■ HOW TO COMPLETE THIS TASK
Return exactly the lines below, starting with the one that has "describe('retention of the" and going on through the one that has "it('counts the listed".

■ INFORMATION SUPPLIED
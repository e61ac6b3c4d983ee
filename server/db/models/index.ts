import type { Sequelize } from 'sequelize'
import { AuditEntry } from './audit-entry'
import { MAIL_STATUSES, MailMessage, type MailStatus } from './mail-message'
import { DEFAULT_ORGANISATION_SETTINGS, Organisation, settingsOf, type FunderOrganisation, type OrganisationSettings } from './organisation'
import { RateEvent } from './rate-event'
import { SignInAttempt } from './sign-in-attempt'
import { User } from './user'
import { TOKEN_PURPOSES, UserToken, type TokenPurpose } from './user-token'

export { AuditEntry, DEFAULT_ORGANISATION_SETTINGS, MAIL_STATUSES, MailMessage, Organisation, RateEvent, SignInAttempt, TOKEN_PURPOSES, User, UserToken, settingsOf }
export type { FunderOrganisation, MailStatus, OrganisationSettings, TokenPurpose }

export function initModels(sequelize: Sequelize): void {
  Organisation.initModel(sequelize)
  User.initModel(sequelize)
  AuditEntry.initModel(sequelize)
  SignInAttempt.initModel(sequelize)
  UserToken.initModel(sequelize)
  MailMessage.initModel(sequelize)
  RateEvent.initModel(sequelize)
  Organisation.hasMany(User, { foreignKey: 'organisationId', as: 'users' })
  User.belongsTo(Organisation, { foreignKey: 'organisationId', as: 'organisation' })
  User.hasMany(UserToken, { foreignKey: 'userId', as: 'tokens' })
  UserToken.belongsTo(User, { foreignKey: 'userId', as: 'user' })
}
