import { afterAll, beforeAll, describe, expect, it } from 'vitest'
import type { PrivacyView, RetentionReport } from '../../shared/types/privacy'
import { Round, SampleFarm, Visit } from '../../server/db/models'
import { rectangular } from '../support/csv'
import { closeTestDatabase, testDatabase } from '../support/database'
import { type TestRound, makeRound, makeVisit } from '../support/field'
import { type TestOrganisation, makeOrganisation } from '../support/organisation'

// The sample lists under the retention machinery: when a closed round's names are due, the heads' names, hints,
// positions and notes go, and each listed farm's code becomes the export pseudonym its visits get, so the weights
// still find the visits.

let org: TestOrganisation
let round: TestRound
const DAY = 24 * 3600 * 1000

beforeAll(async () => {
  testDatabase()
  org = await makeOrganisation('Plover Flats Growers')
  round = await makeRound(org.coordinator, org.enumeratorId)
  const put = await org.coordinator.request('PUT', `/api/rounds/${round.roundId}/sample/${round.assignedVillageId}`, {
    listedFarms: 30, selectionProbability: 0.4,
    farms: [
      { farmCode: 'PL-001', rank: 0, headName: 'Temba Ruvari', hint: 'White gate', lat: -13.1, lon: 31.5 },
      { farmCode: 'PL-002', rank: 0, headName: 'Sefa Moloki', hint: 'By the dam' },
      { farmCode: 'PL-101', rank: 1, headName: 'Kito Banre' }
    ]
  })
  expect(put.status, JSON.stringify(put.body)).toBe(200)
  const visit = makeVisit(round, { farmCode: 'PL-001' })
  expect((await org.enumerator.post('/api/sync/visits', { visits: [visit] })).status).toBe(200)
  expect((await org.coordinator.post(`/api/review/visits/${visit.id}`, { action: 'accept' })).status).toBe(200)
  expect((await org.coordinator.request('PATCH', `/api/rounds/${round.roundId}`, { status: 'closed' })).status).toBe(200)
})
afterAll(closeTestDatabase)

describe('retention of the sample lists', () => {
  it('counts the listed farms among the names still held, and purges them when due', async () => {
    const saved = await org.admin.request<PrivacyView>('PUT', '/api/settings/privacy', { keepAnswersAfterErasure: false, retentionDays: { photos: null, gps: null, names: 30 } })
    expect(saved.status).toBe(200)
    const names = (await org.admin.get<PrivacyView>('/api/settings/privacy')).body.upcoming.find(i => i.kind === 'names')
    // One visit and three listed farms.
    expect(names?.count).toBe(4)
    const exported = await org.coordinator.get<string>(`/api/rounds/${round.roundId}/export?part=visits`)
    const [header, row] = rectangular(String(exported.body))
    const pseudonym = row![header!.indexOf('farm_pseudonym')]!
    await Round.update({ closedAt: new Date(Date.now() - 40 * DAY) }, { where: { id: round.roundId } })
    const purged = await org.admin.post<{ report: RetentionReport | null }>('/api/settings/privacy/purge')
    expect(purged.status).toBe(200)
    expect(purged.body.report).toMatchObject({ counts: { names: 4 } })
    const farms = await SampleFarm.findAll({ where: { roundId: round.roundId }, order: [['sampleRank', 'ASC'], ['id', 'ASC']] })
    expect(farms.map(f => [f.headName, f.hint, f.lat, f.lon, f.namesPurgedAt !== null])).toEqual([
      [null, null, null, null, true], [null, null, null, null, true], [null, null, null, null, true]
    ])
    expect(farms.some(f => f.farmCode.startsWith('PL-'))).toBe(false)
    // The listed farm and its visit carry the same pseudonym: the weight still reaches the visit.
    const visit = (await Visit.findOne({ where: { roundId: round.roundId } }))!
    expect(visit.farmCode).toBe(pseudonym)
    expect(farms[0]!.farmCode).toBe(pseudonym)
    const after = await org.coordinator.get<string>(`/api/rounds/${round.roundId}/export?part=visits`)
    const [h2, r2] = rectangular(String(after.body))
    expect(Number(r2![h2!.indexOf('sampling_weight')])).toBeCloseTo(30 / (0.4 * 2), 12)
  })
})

■ SOLVED EXERCISE
describe('retention of the sample lists', () => {
  it('counts the listed farms among the names still held, and purges them when due', async () => {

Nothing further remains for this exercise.